Death penalty for 11 offences to be abolished

  • Nation
  • Thursday, 14 Mar 2019

THE government has decided to abolish the mandatory death penalty for 11 offences, says Deputy Minister in the Prime Minister’s Department Mohamed Hanipa Maidin.

He said the government had instead proposed to give discretionary powers to the courts in commuting sentences for the 11 offences.

The nine offences fall under the Penal Code and two under the Firearms (Increased Penalties) Act 1971.

“The government will suggest to replace the mandatory death penalty as provided for in the Penal Code and Firearms (Increased Penalties) Act with the death penalty on the court’s discretion,” Mohamed Hanipa told Datuk Che Abdullah Mat Nawi (PAS-Tumpat).

The nine offences under the Penal Code are Section 121 A (Offences against the Yang di-Pertuan Agong, Ruler or Yang di-Pertua Negeri); Section 130 C (Committing terrorist acts); Section 130 I (Directing activities of terrorists groups); Section 130N (Providing or collecting property for terrorist acts); Section 130 O (Providing services for terrorist purposes); Section 130 QA (Accepting gratification to facilitate or enable terrorists acts); Section 130 ZB (Accepting gratification to facilitate or enable organised criminal activity); Section 302 (Punishment for murder) and Section 374A (hostage-taking).

The two offences under the Firearms (Increased Penalties) Act are Section 3 (Penalty for discharging a firearm in the commission of a scheduled offence) and Section 3A (Penalty for accomplices in case of discharge of firearm).

Mohamed Hanipa said the move is the 27th promise made by the Pakatan Harapan in its GE14 manifesto.

The Bill for the proposed amendments is being prepared by the Attorney General’s Chambers.

Minister in the Prime Minister’s Department Datuk Liew Vui Keong said the plan to abolish the death penalty is still a work in progress.

“We are expecting it to be tabled in this session whereby we are still waiting for the government to look into the three options we have,” he told reporters.

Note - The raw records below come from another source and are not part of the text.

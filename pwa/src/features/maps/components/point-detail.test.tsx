import { describe, expect, it } from 'vitest';
import { compileModel, solveEd, type ModelSpec } from '@phasewright/physics-core';
import { edSolverNote } from './point-detail.js';

/** The note is read from real physics-core results (no hand-made fixtures). */
const ring = (boundary: 'periodic' | 'open', phase = '0'): ModelSpec => ({
  spec: 'phasewright.model/1',
  lattice: { kind: 'chain', size: [6], boundary: [boundary] },
  particles: { kind: 'hardcore', count: 1 },
  parameters: { J: 1 },
  terms: [{ kind: 'hop', neighbors: 1, amplitude: '-J', phase }],
});

describe('edSolverNote', () => {
  it('names the sectors and the ground momentum of a translation-invariant ring', () => {
    const note = edSolverNote(solveEd(compileModel(ring('periodic'))));
    expect(note).toMatch(/6 sites, 6 basis states, solved in 6 momentum sectors; ground state at k = \(2π·0\/6\)/);
    expect(note).toMatch(/only these momenta/);
  });

  it('says when a flux-π ring has its degenerate ground states at two momenta', () => {
    // One particle, phase π/6 per bond: E(k) = −2J cos(k + π/6) is lowest at two momenta (Bloch's theorem).
    const note = edSolverNote(solveEd(compileModel(ring('periodic', 'pi/6*dx')), { states: 2 }));
    expect(note).toMatch(/spans several momenta/);
  });

  it('says full basis and why for an open chain', () => {
    const note = edSolverNote(solveEd(compileModel(ring('open'))));
    expect(note).toMatch(/full basis \(no momentum sectors: no periodic axis/);
  });
});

The first option is for the “total abolition” of the death penalty for 33 criminal offences covered in eight Acts and replacing it with life imprisonment instead.

The second option is for the removal of the mandatory death sentence, while the third option is removal of the discretionary powers of the court under the Dangerous Drugs Act.

“We are either going to commute it into life imprisonment for the Dangerous Drugs Act.

“So all of these are still under consideration, I am hoping to go for the middle ground,” he said.